Clutch City Response
Anyone who has spent time in Houston was not surprised to see heroes large and small emerge from the disaster. From Gallery Furniture owner Jim "Mattress Mack" McIngvale and Houston Texans star J.J. Watt to countless every day citizens finally finding a use for the lift kits on their massive trucks. Others have taken in neighbors with open arms and are organizing rebuilding efforts. An inspiring show of support for fellow Houstonians.

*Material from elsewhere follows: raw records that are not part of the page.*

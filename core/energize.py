"""Time-domain energisation of a transformer: the saturating circuit solved over many cases.

Each energised winding obeys

    e(t) = R*i + L_s*di/dt + d(lambda)/dt,    i = f(lambda),

i.e. d(lambda)/dt = (e - R*f(lambda)) / (1 + L_s*f'(lambda)), with e the source voltage, R the
series resistance (winding plus source), L_s the source inductance and f the magnetising curve
(:mod:`core.magnetizing`). The state is the flux linkage, so a residual flux is an initial
condition.

Connections (``topology``):

* single phase and grounded wye -- each winding is an independent circuit (a grounded-wye
  source of equal zero- and positive-sequence impedance is assumed);
* ungrounded wye -- the neutral voltage is whatever keeps the sum of the currents constant:
  v_n = sum(w_k*(e_k - R*i_k))/sum(w_k) with w_k = f'_k/(1 + L_s*f'_k); a phase with its pole
  still open carries no current and keeps its flux;
* delta -- winding currents c_ab, c_bc, c_ca; line currents are their differences
  (i_a = c_ab - c_ca, ...). Through the source impedance the three windings are coupled:
  (I + L_s*M*D) lambda' = e_LL - R_s*M*c - R_w*c with M = [[2,-1,-1],[-1,2,-1],[-1,-1,2]] and
  D = diag(f'), solved as a 3x3 system at every stage.

Mitigation, per case (:func:`simulate`):

* pre-insertion resistor -- R_ins in series with each line (breaker pole), between the source and
  the terminals, from t = 0 until all poles short it together at t_ins: it adds to the source
  resistance of every line, i.e. to each winding's R for single phase and wye and to R_s (which
  couples the windings through M) for a delta; a delta on an ideal source with the resistor in
  is therefore solved by the coupled kernel;
* reduced-voltage source -- the EMF amplitude times g(t): g = g_0 until t_hold, a linear rise to
  1 over t_rise, then 1 (e_a = g*sqrt(2)*V*sin(omega*t + alpha), phases unchanged).

Approximations, reported with every result: phases are magnetically independent (a bank of
single-phase cores; the coupling of a three-limb or five-limb core is not modelled, which is
usually conservative for the peak phase); no hysteresis or core loss; while only one of a delta
winding's two poles is closed, that winding is taken as unenergised (the series path through the
other two windings is neglected); pole closing instants are rounded to the internal step. A
pre-insertion resistor is an ideal linear resistance, shorted by all poles at once (no bypass
scatter, arc or contact resistance); the reduced-voltage source scales only the EMF, behind an
unchanged source impedance and at a fixed phase; the bypass, the end of the hold and the end of
the rise are rounded to the internal step, so that no step straddles a jump of R or a corner of
g, and g is evaluated at every Runge-Kutta stage on the piece its step lies on.

Numerics: classical fourth-order Runge-Kutta at a fixed step of at least 128 steps per cycle,
compiled with numba and looped over cases; the equation is not stiff (its fastest time
constant, (L_air + L_s)/R, is many steps long; with a pre-insertion resistor in, R + k*R_ins,
k = 3 for a delta, whose windings see the line resistance through M, 1 otherwise). Without the
mitigation the resistance added is exactly 0.0 and the EMF is multiplied by exactly 1.0, so
the results are bit for bit those of the solver before it had the features. With L_s > 0 and
a sharp (two-slope or table) knee d(lambda)/dt jumps at the knee, where a fixed step loses its
order (when the coupled connections integrated lambda, their peaks were off by 0.1 % of the
first peak for a delta on a 250 MVA source up to 13 % for a floating neutral on 20 MVA). Each
connection therefore integrates a state whose derivative is continuous there and recovers
lambda from it:

* independent windings: the loop flux psi = lambda + L_s*i, psi' = e - R*i, through the curve
  re-expressed against psi (no solve needed);
* delta: the loop-flux vector psi = lambda + L_s*M*c, psi' = e_LL - R_s*M*c - R_w*c; at every
  stage lambda solves lambda + L_s*M*f(lambda) = psi by Newton's method (Jacobian
  I + L_s*M*D, 3x3 by Cramer's rule) from the previous stage's lambda, halving any step that
  does not reduce the residual;
* ungrounded wye: loop fluxes per phase, psi_k = lambda_k + L_s*i_k, are not enough, since
  psi_k' = e_k - v_n - R*i_k and the neutral voltage v_n itself jumps when a phase crosses the
  knee (the constraint on the currents holds that phase near the knee and shifts the voltage
  onto the neutral); the per-phase state was measured as inaccurate as lambda. The jump is
  common to all phases, so the state is y with y_k' = x_k - mean(x), x_k = e_k - R*i_k, which
  is continuous; psi_k = y_k + s, and the common shift s is fixed by sum(i_k) = const, an
  increasing scalar equation solved by Newton's method with bisection whenever a step leaves
  the bracket, each phase's lambda coming from its psi_k by a bracketed scalar Newton.

An unenergised winding keeps its lambda and carries no current; when a pole closes the state
is re-initialised from lambda, which is continuous. The solves stop at 1e-12 pu of lambda_N; one
that does not converge raises :class:`core.errors.ParameterError` rather than return a wrong
current.

Accuracy (tests/references/test_solver_vs_scipy.py), as the worst of the first ten per-cycle
peaks relative to the first peak, read from the default 128 samples per cycle, against scipy's
Radau at rtol 1e-9 (for the floating neutral DOP853 at rtol 1e-10 on a system that holds the
current sum exactly, Radau's own error being larger there): single phase and grounded wye at
most 3.2e-5; delta 2.3e-6 on a 250 MVA source, 2.6e-4 on 50 MVA and 2.6e-4 on 20 MVA; ungrounded
wye 2.3e-3 on an ideal source, 1.7e-3 on 250 MVA and 1.6e-3 on 20 MVA. Against the same
references sampled at the output instants the coupled kernel is within 4.2e-5 (delta, most of it
Radau's own error: against DOP853 at rtol 1e-12 the samples agree to 6e-6) and 8e-6 (wye). The
rest is the reading of a peak from 128 samples per cycle (a parabola through the three around the
largest), which the floating-neutral current, with a corner wherever a phase crosses the knee,
defeats most; more samples per cycle reduce it (2.3e-3 becomes 1.2e-4 at 2048). With the
mitigation, against the same references integrated interval by interval between the bypass and
the ramp's corners (a resistor of 0.3 of the saturated loop reactance, a third of that for a
delta, bypassed at 4.3 cycles; a ramp from 0.3 pu held one cycle, then rising over three), as
the worst of the ten peaks relative to the largest, and in brackets against the reference sampled
at the output instants: resistor, single phase 2.0e-5, grounded wye 4.9e-5, delta on 50 MVA
9.4e-6 (9.9e-6), delta on an ideal source 1.8e-5 (1.8e-5), ungrounded wye on 250 MVA 2.8e-3
(1.6e-5); ramp, single phase 3.6e-5, delta on 50 MVA 5.7e-4 (5.3e-6), delta on an ideal source
3.6e-6 (3.6e-6).
"""

from __future__ import annotations

import math
from collections.abc import Sequence
from dataclasses import dataclass

import numba
import numpy as np
from numpy.typing import ArrayLike, NDArray

from core.errors import LimitError, ParameterError
from core.magnetizing import PiecewiseLinearCurve
from core.transformer import EquivalentCircuit

FloatArray = NDArray[np.float64]

__all__ = [
    "APPROXIMATIONS",
    "MIN_STEPS_PER_CYCLE",
    "Simulation",
    "WorstCase",
    "refined_abs_peak",
    "simulate",
    "step_plan",
    "worst_closing_angle",
]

In addition to stunning personal donations from the likes of energy billionaire John Arnold, many midstream companies (Williams Cos. (NYSE:WMB), ONEOK Inc. (NYSE:OKE), Crestwood Equity Partners (NYSE:CEQP), Cheniere (NYSEMKT:LNG) to name a few) stepped up with large donations. Investment banks pledged trading dollars to organizations set to provide relief for hurricane victims. The response showed Houston still comes through in the clutch.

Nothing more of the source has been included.